Of all the music we are presenting this Sunday, the one I am most excited about is the closing voluntary, Sine Nomine. "SINE NOMINE is the tune name of the opening hymn this morning, the wonderful All Saints hymn, For all the saints, who from their labors rest. But did you know that SINE NOMINE is not the first, much less the only tune for that hymn? When the hymn was first published, it was sung to the melody SARUM, by the Victorian composer Joseph Barnby, until the publication of the English Hymnal in 1906 when Ralph Vaughan Williams, the editor of that hymnal, wrote a new tune which he called SINE NOMINE.  The tune's title means "without name" and follows the Renaissance tradition of naming certain compositions "Sine Nomine" if they were not settings for preexisting tunes.

What excited me about this organ piece is that it combines both the original tune SARUM with the later tune SINE NOMINE. But wait! THERE'S MORE! It also combines the Black spiritual, When the Saints Go Marching In with SINE NOMINE. And, if that is not enough, the whole piece is played in a Dixieland Jazz style! Yes, folks, you read that right. The hymn tune many consider to be the epitome of Anglican hymn tunes is given the Dixieland treatment. 

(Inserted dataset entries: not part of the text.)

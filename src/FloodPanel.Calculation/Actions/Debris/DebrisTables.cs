namespace FloodPanel.Calculation.Actions.Debris;

/// <summary>A coefficient that can be chosen by words.</summary>
/// <param name="Words">What applies, "limited: a path about 20 ft wide".</param>
/// <param name="Value">The coefficient [-].</param>
public sealed record DebrisChoice(string Words, double Value);

/// <summary>The coefficients of ASCE 7, C5.4.5, by words. The project file keeps the numbers.</summary>
public static class DebrisTables
{
    /// <summary>Source of importance and orientation, as printed.</summary>
    public const string MemorySource = "ASCE 7, C5.4.5 (from memory)";

    /// <summary>Source of depth and blockage, as printed.</summary>
    public const string SecondarySource = "ASCE 7, C5.4.5 (secondary source)";

    private const double Foot = 0.3048;

    /// <summary>C_I by risk category of the building.</summary>
    public static ValueList<DebrisChoice> Importance { get; } =
    [
        new("Risk category 1", 0.6), new("Risk category 2", 1.0), new("Risk category 3", 1.2), new("Risk category 4", 1.3),
    ];

    /// <summary>C_O.</summary>
    public static ValueList<DebrisChoice> Orientation { get; } = [new("Usual", 0.8), new("Head-on, nothing taken off", 1.0)];

    /// <summary>C_B by what screens the opening upstream.</summary>
    public static ValueList<DebrisChoice> Blockage { get; } =
    [
        new("No screening, path wider than 30 ft (9 m)", 1.0),
        new("Limited screening, path about 20 ft (6 m)", 0.6),
        new("Moderate screening, path about 10 ft (3 m)", 0.2),
        new("Dense screening, path under 5 ft (1.5 m)", 0.0),
    ];

    /// <summary>C_D by zone, and by depth where the water is shallow.</summary>
    /// <param name="depth">d_s, still-water depth above ground [m]; below zero where the ground stays dry.</param>
    /// <exception cref="ArgumentOutOfRangeException">The depth is not finite.</exception>
    public static ValueList<DebrisChoice> Depth(double depth) =>
    [
        new("Floodway, coastal high-hazard zone, or deeper than 5 ft (1.5 m)", 1.0), new("Elsewhere, at this depth", ShallowDepth(depth)),
    ];

    /// <summary>C_D = 0.25·(d_s − 1) with d_s in ft, 0 to 1 [-]: 0.25 at 2 ft, 1 from 5 ft.</summary>
    /// <param name="depth">d_s, still-water depth above ground [m]; below zero where the ground stays dry.</param>
    /// <exception cref="ArgumentOutOfRangeException">The depth is not finite.</exception>
    public static double ShallowDepth(double depth)
    {
        Guard.Finite(depth);

        return Math.Clamp(0.25 * (depth / Foot - 1), 0, 1);
    }
}
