namespace FloodPanel.Calculation.Actions;

/// <summary>How the pressure of moving water came about.</summary>
internal static class FlowWorking
{
    public static Working Of(OpeningModel model)
    {
        var flow = model.Flow!;
        var wetted = Math.Max(0, Math.Min(model.RetainedDepth, model.Height));
        var surchargeDepth = Flow.SurchargeDepth(flow.Velocity, flow.ShapeCoefficient);
        var steps = new StepList(12);
        steps.UnitWeight(model.UnitWeight);
        steps.Given("V", flow.Velocity, Dimension.Velocity);
        steps.Given("a", flow.ShapeCoefficient, Dimension.Ratio);
        steps.Add("d_h", "a·V²/(2·g)", surchargeDepth, Dimension.Length);
        steps.Add("p_s", "γ·d_h", model.UnitWeight * surchargeDepth, Dimension.Pressure);
        if (flow.Velocity <= Flow.SurchargeVelocityLimit || wetted == 0)
        {
            return new("Uniform pressure of flow, surcharge method", Flow.SurchargeSource, steps.Done());
        }

        var coefficient = Flow.DragCoefficient(model.ClearWidth / wetted);
        var drag = coefficient * model.UnitWeight / Physics.Gravity * flow.Velocity * flow.Velocity / 2;
        steps.Given("B", model.ClearWidth, Dimension.Length);
        steps.Given("h_w", wetted, Dimension.Length);
        steps.Add("r", "B/h_w", model.ClearWidth / wetted, Dimension.Ratio);
        steps.Given("C_d", coefficient, Dimension.Ratio);
        steps.Add("p_d", "C_d·ρ·V²/2", drag, Dimension.Pressure);
        var pressure = Flow.Pressure(
            flow.Velocity, flow.ShapeCoefficient, model.UnitWeight, model.ClearWidth, wetted);
        steps.Add("p", "max(p_d, p_s)", pressure, Dimension.Pressure);
        return new("Uniform pressure of flow, drag method", Flow.DragSource, steps.Done());
    }
}
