namespace FloodPanel.Calculation.Actions;

/// <summary>Writes the integrals of a pressure diagram as steps.</summary>
internal static class DiagramWorking
{
    private const string Source = "Integral of the pressure diagram";

    /// <summary>Working of an unfactored resultant and its height.</summary>
    public static Working Resultant(string title, PressureDiagram diagram, double rake)
    {
        var steps = new List<CalculationStep>();
        AddRake(steps, rake);
        AddForces(steps, diagram.Pieces, rake, withArms: true, withFactors: false);
        var count = diagram.Pieces.Length;
        var resultant = diagram.Force / Math.Cos(rake);
        steps.Add(new("R", PieceSymbols.SumOfForces(count), resultant, Dimension.LineForce));
        if (diagram.CentreOfPressure is { } centre)
        {
            var moments = PieceSymbols.Sum(count, n => $"w_{n}·z_{n}");
            steps.Add(new("z_R", $"({moments})/R", centre, Dimension.Length));
        }

        return new(title, Source, steps);
    }

    /// <summary>Working of a line load as a resultant: the force itself, at its height.</summary>
    public static Working Resultant(string title, ConcentratedForce line) => new(title, "The line load itself",
    [
        new("R", "", line.Characteristic, Dimension.LineForce),
        new("z_R", "", line.Height, Dimension.Length),
    ]);

    /// <summary>Working of the line load on a log between two heights.</summary>
    /// <param name="title">Title of the working.</param>
    /// <param name="pieces">The pressure of the case.</param>
    /// <param name="bottom">Lower edge of the log [m].</param>
    /// <param name="top">Upper edge of the log [m].</param>
    /// <param name="rake">θ [rad].</param>
    /// <param name="load">The line load that the steps must end in.</param>
    /// <param name="line">A line load that the log takes besides; null for none.</param>
    public static Working LineLoad(
        string title,
        ReadOnlySpan<PressurePiece> pieces,
        double bottom,
        double top,
        double rake,
        FactoredLoad load,
        ConcentratedForce? line)
    {
        Span<PressurePiece> parts = stackalloc PressurePiece[pieces.Length];
        var count = 0;
        foreach (ref readonly var piece in pieces)
        {
            if (piece.Bottom < top && piece.Top > bottom)
            {
                parts[count++] = piece.Within(bottom, top);
            }
        }

        var steps = new List<CalculationStep>(6 * count + 3);
        AddRake(steps, rake);
        AddForces(steps, parts[..count], rake, withArms: false, withFactors: true);
        if (line is { } force)
        {
            steps.Add(new("w_L", "", force.Characteristic, Dimension.LineForce));
            steps.Add(new("γ_L", "", force.Factor, Dimension.Ratio));
        }

        var (own, ownDesign) = line is null ? ("", "") : ("w_L", "γ_L·w_L");
        steps.Add(new("w_k", Joined(PieceSymbols.SumOfForces(count), own), load.Characteristic, Dimension.LineForce));
        steps.Add(new("w", Joined(PieceSymbols.SumOfDesignForces(count), ownDesign), load.Design, Dimension.LineForce));
        return new(title, Source, steps);
    }

    /// <summary>Two terms with a plus sign between them, or the one that is there.</summary>
    public static string Joined(string first, string second) =>
        first.Length > 0 && second.Length > 0 ? $"{first} + {second}" : first + second;

    /// <summary>θ as a given value, where the face is raked.</summary>
    public static void AddRake(List<CalculationStep> steps, double rake)
    {
        if (rake != 0)
        {
            steps.Add(new("θ", "", rake, Dimension.Angle));
        }
    }

    /// <summary>For each piece: its ends and pressures, its factor, its force along the face, its arm.</summary>
    public static void AddForces(
        List<CalculationStep> steps, ReadOnlySpan<PressurePiece> pieces, double rake, bool withArms, bool withFactors)
    {
        var toSlope = 1 / Math.Cos(rake);
        for (var i = 0; i < pieces.Length; i++)
        {
            var symbols = PieceSymbols.At(i);
            ref readonly var piece = ref pieces[i];
            steps.Add(new(symbols.From, "", piece.Bottom, Dimension.Length));
            steps.Add(new(symbols.To, "", piece.Top, Dimension.Length));
            steps.Add(new(symbols.AtFrom, "", piece.AtBottom, Dimension.Pressure));
            steps.Add(new(symbols.AtTo, "", piece.AtTop, Dimension.Pressure));
            if (withFactors)
            {
                steps.Add(new(symbols.Factor, "", piece.Factor, Dimension.Ratio));
            }

            var formula = rake == 0 ? symbols.ForceFormula : symbols.RakedForceFormula;
            steps.Add(new(symbols.Force, formula, piece.Force * toSlope, Dimension.LineForce));
            if (withArms)
            {
                steps.Add(new(symbols.Arm, symbols.ArmFormula, piece.FirstMoment / piece.Force, Dimension.Length));
            }
        }
    }
}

This genius "mash-up" was the brain child of American organist John Weaver. Weaver served as Organist and Director of Music at the Madison Avenue Presbyterian Church from 1970-2005. He also headed the Organ Department of the Curtis Institute of Music in Philadelphia from 1972-2003 AND chaired the Juilliard School's Organ Department from 1987-2004.

Originally, this was the closing movement of a Hymn Sonata, commissioned by the Reuter Organ Company for the dedication recital at Shadyside Presbyterian Church in 1995. The style of a New Orleans Dixieland band infuses the entire piece, and Sine Nomine sounds unexpectedly right with dotted rhythms and jazz harmonies! The juxtaposition with Oh, When the Saints also draws attention to the fact that the opening of one tune is the inversion of the other.

A lyrical statement of SARUM, with its repeated notes and foursquare feel, essentially acts as a contrasting second subject. Following this there is another statement of SINE NOMINE as a jazz trumpet solo, after which SARUM and SINE NOMINE are combined. Finally, SINE NOMINE and Oh, When the Saints Go Marching In are grandly combined.